Importance of Backpropagation

  • Learning: Backpropagation is the mechanism by which neural networks learn from the training data. By adjusting the weights that minimize the loss, the network learns to make more accurate predictions.
  • Efficiency: Before the advent of backpropagation, adjusting the weights of networks with many layers was computationally infeasible. Backpropagation, combined with chain rule, allows for the efficient computation of gradients across layers, making the training of deep networks possible.
  • Versatility: Backpropagation is not tied to a specific type of neural network architecture (e.g., convolutional, recurrent) or a specific task (e.g., classification, regression). This universality makes it a powerful tool in the deep learning toolkit.

Limitations and Challenges

  • Vanishing/Exploding Gradients: In very deep networks, gradients can become very small (vanish) or very large (explode) as they are propagated back through the network, making learning either very slow or unstable. Various techniques, such as normalization layers, modified activation functions, and careful initialization, have been developed to mitigate these issues.
  • Requirement for Differentiable Activation Functions: For backpropagation to work, the activation functions used in the network must be differentiable. This requirement excludes certain types of non-continuous functions but still allows for a wide range of functions to be used.

Backpropagation has been instrumental in the successes of deep learning, enabling the training of complex models that power many of today’s AI applications, from image and speech recognition to natural language processing. Despite its limitations, ongoing research continues to refine and complement backpropagation, ensuring its place in the future of machine learning.

Tensors, PyTorch, Google TPUs

In PyTorch, tensors are specialized data structures similar to arrays and matrices. They are used to encode the inputs, outputs, and parameters of a model. Tensors can run on GPUs or other hardware accelerators, which distinguishes them from NumPy’s ndarrays, though they can often share the same underlying memory. Tensors are also optimized for automatic differentiation, which is crucial for training models​

A Tensor Processing Unit (TPU) is a custom-developed accelerator specifically designed for deep learning tasks, used in Google data centers. It significantly speeds up machine learning workloads by providing highly efficient matrix computations, which are a cornerstone of deep learning algorithms.
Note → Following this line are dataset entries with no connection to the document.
/** The "Sheet templates" panel: one card per template, each inserting a new sheet of live formulas. */
import { insertTemplate } from "../excel";
import { missingFunctions, templateFunctions, TEMPLATES } from "../templates";
import { byId, el } from "./dom";
import { at, showError, showMessage, showOutcome } from "./status";

export interface TemplatesView {
  setEnabled(on: boolean): void;
  status: HTMLElement;
}

/** `available`: ids of the worksheet functions in this build; a template needing others is shown but not offered. */
export function mountTemplates(available: ReadonlySet<string>): TemplatesView {
  const list = byId("template-list");
  const status = byId("templates-status");
  const buttons: HTMLButtonElement[] = [];
  for (const t of TEMPLATES) {
    const uses = templateFunctions(t);
    const missing = missingFunctions(t, available);
    const titleId = `template-${t.id}`;
    const button = el("button", { type: "button", class: "primary", "data-template": t.id, "aria-describedby": titleId, disabled: true }, "Insert sheet");
    button.addEventListener("click", async () => {
      buttons.forEach((b) => (b.disabled = true));
      showMessage(status, "info", `Adding the sheet “${t.sheetName}”…`);
      try {
        const o = await insertTemplate(t);
        showOutcome(status, o, {
          verb: "Insert",
          retry: () => button.click(),
          done: (w) => `Added ${at(w.sheet, w.address)}: ${t.title.toLowerCase()}, as live formulas. The first input is selected.`,
        });
      } catch (e) {
        showError(status, e);
      } finally {
        buttons.forEach((b) => (b.disabled = !enabledNow));
      }
    });
    if (missing.length === 0) buttons.push(button);
    list.appendChild(
      el(
        "li",
        { class: "card" },
        el("h3", { id: titleId }, t.title),
        el("p", {}, t.summary),
        el("p", { class: "uses" }, "Uses ", ...uses.flatMap((u, i) => [i > 0 ? ", " : "", el("code", {}, u)])),
        missing.length === 0 ? button : el("p", { class: "unavailable", "data-unavailable": t.id }, `Not in this build yet: it needs ${missing.join(", ")}.`),
      ),
    );
  }
  let enabledNow = false;
  return {
    status,
    setEnabled(on: boolean) {
      enabledNow = on;
      buttons.forEach((b) => (b.disabled = !on));
    },
  };
}
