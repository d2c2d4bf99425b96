/** The "Body catalogue" panel: pick bodies, fields and units, preview, insert as a table. */
import { BODY_FIELDS, type BodyField } from "../../catalogue/fields";
import {
  bodyGroups,
  buildTablePlan,
  DEFAULT_BODIES,
  DEFAULT_FIELDS,
  DEFAULT_UNITS,
  DERIVED_FIELDS,
  formatWith,
  isFormulaCell,
  matchesFilter,
  type DistanceUnit,
  type GmUnit,
  type TablePlan,
  type TimeUnit,
  type Units,
} from "../catalogueTable";
import { insertCatalogueTable } from "../excel";
import { byId, clear, el } from "./dom";
import { at, showError, showMessage, showOutcome, type Where } from "./status";

const NEW_SHEET = "Body catalogue";

export interface CatalogueView {
  setEnabled(on: boolean): void;
  status: HTMLElement;
}

/** `available`: ids of the worksheet functions in this build (derived columns need theirs). */
export function mountCatalogue(available: ReadonlySet<string>): CatalogueView {
  const groups = bodyGroups();
  const allBodies = groups.flatMap((g) => g.bodies);
  const chosenBodies = new Set(allBodies.filter((b) => DEFAULT_BODIES.includes(b.name)).map((b) => b.name));
  const chosenFields = new Set(BODY_FIELDS.filter((f) => DEFAULT_FIELDS.includes(f.key)).map((f) => f.key));
  const derivedOffered = DERIVED_FIELDS.filter((d) => available.has(d.fn));
  const chosenDerived = new Set<string>();
  const units: Units = { ...DEFAULT_UNITS };

  const filter = byId<HTMLInputElement>("body-filter");
  const bodyList = byId("body-list");
  const fieldList = byId("field-list");
  const preview = byId("preview");
  const previewSize = byId("preview-size");
  const previewNotes = byId("preview-notes");
  const insertBtn = byId<HTMLButtonElement>("insert-table");
  const sheetBtn = byId<HTMLButtonElement>("insert-table-sheet");
  const status = byId("catalogue-status");

  // Bodies, grouped; every checkbox has its own label.
  const boxes = new Map<string, HTMLInputElement>();
  const groupNodes: { node: HTMLElement; items: { li: HTMLElement; name: string }[] }[] = [];
  for (const g of groups) {
    const titleId = `group-${g.title.toLowerCase().replace(/[^a-z0-9]+/g, "-")}`;
    const items = g.bodies.map((b) => {
      const box = el("input", { type: "checkbox", value: b.name, "data-body": b.name });
      box.checked = chosenBodies.has(b.name);
      box.addEventListener("change", () => {
        if (box.checked) chosenBodies.add(b.name);
        else chosenBodies.delete(b.name);
        refresh();
      });
      boxes.set(b.name, box);
      return { li: el("li", {}, el("label", { class: "check" }, box, b.name)), name: b.name };
    });
    const node = el("div", { class: "body-group", role: "group", "aria-labelledby": titleId }, el("p", { class: "body-group-title", id: titleId }, g.title), el("ul", {}, ...items.map((i) => i.li)));
    groupNodes.push({ node, items });
    bodyList.appendChild(node);
  }
  const noMatch = el("p", { class: "empty-filter", hidden: true }, "No body matches the filter.");
  bodyList.appendChild(noMatch);

  const applyFilter = () => {
    let shown = 0;
    for (const g of groupNodes) {
      let inGroup = 0;
      for (const it of g.items) {
        const body = allBodies.find((b) => b.name === it.name)!;
        const match = matchesFilter(body, filter.value);
        it.li.hidden = !match;
        if (match) inGroup++;
      }
      g.node.hidden = inGroup === 0;
      shown += inGroup;
    }
    noMatch.hidden = shown > 0;
  };
  filter.addEventListener("input", applyFilter);

  document.querySelectorAll<HTMLButtonElement>("[data-pick]").forEach((b) =>
    b.addEventListener("click", () => {
      const pick = b.dataset.pick;
      if (pick === "none") chosenBodies.clear();
      else if (pick === "planets") {
        chosenBodies.clear();
        for (const body of allBodies) if (body.kind === "star" || body.kind === "planet") chosenBodies.add(body.name);
      } else for (const body of allBodies) if (matchesFilter(body, filter.value)) chosenBodies.add(body.name);
      for (const [name, box] of boxes) box.checked = chosenBodies.has(name);
      refresh();
    }),
  );

  // Fields, in catalogue order.
  const fieldItems = BODY_FIELDS.map((f: BodyField) => {
    const box = el("input", { type: "checkbox", value: f.key, "data-field": f.key, title: f.description });
    box.checked = chosenFields.has(f.key);
    box.addEventListener("change", () => {
      if (box.checked) chosenFields.add(f.key);
      else chosenFields.delete(f.key);
      refresh();
    });
    return el("li", {}, el("label", { class: "check", title: f.description }, box, f.label));
  });
  fieldList.appendChild(el("ul", {}, ...fieldItems));
  if (derivedOffered.length > 0) {
    const derivedItems = derivedOffered.map((d) => {
      const box = el("input", { type: "checkbox", value: d.key, "data-derived": d.key, title: `${d.description}: a live ORBIT.${d.fn} formula on each row` });
      box.addEventListener("change", () => {
        if (box.checked) chosenDerived.add(d.key);
        else chosenDerived.delete(d.key);
        refresh();
      });
      return el("li", {}, el("label", { class: "check", title: `${d.description}: a live ORBIT.${d.fn} formula on each row` }, box, d.label));
    });
    fieldList.appendChild(el("p", { class: "sub-title", id: "derived-title" }, "Computed in the sheet (live formulas)"));
    fieldList.appendChild(el("ul", { role: "group", "aria-labelledby": "derived-title" }, ...derivedItems));
  }

  // Units.
  const bindUnit = (name: string, set: (v: string) => void) =>
    document.querySelectorAll<HTMLInputElement>(`input[name="${name}"]`).forEach((r) =>
      r.addEventListener("change", () => {
        if (r.checked) {
          set(r.value);
          refresh();
        }
      }),
    );
  bindUnit("unit-distance", (v) => (units.distance = v as DistanceUnit));
  bindUnit("unit-gm", (v) => (units.gm = v as GmUnit));
  bindUnit("unit-time", (v) => (units.time = v as TimeUnit));

  let plan: TablePlan = currentPlan();
  let enabled = false;

  function currentPlan(): TablePlan {
    return buildTablePlan({
      bodies: allBodies.filter((b) => chosenBodies.has(b.name)).map((b) => b.name),
      fields: BODY_FIELDS.filter((f) => chosenFields.has(f.key)).map((f) => f.key),
      derived: derivedOffered.filter((d) => chosenDerived.has(d.key)).map((d) => d.key),
      units,
    });
  }

  function renderPreview(): void {
    clear(preview);
    const n = plan.rows.length;
    const k = plan.header.length - 2;
    previewSize.textContent = `${n} ${n === 1 ? "body" : "bodies"} × ${k} ${k === 1 ? "field" : "fields"}`;
    const s = plan.sourcesUsed.length;
    // Always one line (an empty plan says so too), so the page below never moves.
    previewNotes.textContent = plan.notes.length > 0 ? `Below it: ${plan.notes.length} note rows citing ${s} ${s === 1 ? "source" : "sources"}.` : "No note rows.";
    if (n === 0 || k === 0) {
      preview.appendChild(el("p", { class: "preview-empty" }, n === 0 ? "Choose at least one body." : "Choose at least one field."));
      return;
    }
    const head = el("tr", {}, ...plan.header.map((h) => el("th", { scope: "col" }, h)));
    const last = plan.header.length - 1;
    const rows = plan.rows.map((r) =>
      el(
        "tr",
        {},
        ...r.map((v, i) =>
          i === 0
            ? el("th", { scope: "row" }, String(v))
            : i === last
              ? el("td", { class: "src" }, String(v))
              : isFormulaCell(v)
                ? el("td", { class: "live", title: v.formula.replace("{body}", "this row's body") }, "formula")
                : v === ""
                  ? el("td", { class: "none", title: "not in the catalogue" }, "—")
                  : el("td", {}, formatWith(v, plan.numberFormats[i])),
        ),
      ),
    );
    preview.appendChild(el("table", {}, el("thead", {}, head), el("tbody", {}, ...rows)));
  }

  function refresh(): void {
    plan = currentPlan();
    renderPreview();
    const ready = enabled && plan.rows.length > 0 && plan.header.length > 2;
    insertBtn.disabled = !ready;
    sheetBtn.disabled = !ready;
  }

  async function insert(where: Where | "selection"): Promise<void> {
    const snapshot = plan;
    insertBtn.disabled = sheetBtn.disabled = true;
    status.setAttribute("aria-busy", "true");
    showMessage(status, "info", "Checking the target cells…");
    try {
      const o = await insertCatalogueTable(snapshot, where);
      showOutcome(status, o, {
        verb: "Insert",
        newSheet: NEW_SHEET,
        retry: (w) => void insert(w),
        done: (w) => `Inserted table ${w.tableName} at ${at(w.sheet, w.address)}: ${snapshot.rows.length} bodies, with ${snapshot.sourcesUsed.length} cited sources below it.`,
      });
    } catch (e) {
      showError(status, e);
    } finally {
      status.removeAttribute("aria-busy");
      refresh();
    }
  }
  insertBtn.addEventListener("click", () => void insert("selection"));
  sheetBtn.addEventListener("click", () => void insert({ newSheet: NEW_SHEET }));

  refresh();
  return {
    status,
    setEnabled(on: boolean) {
      enabled = on;
      refresh();
    },
  };
}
GPT (Generative Pre-trained Transformer) refers to a specific series of AI models developed by OpenAI, focusing on generating human-like text based on the input it receives. It’s pre-trained on a diverse range of internet text and then fine-tuned for specific tasks. LLM, or Large Language Model, is a broader term that encompasses any large-scale model capable of understanding and generating human language, including GPT and others like BERT or T5. Essentially, GPT is an instance of an LLM, designed with a specific architecture and training methodology.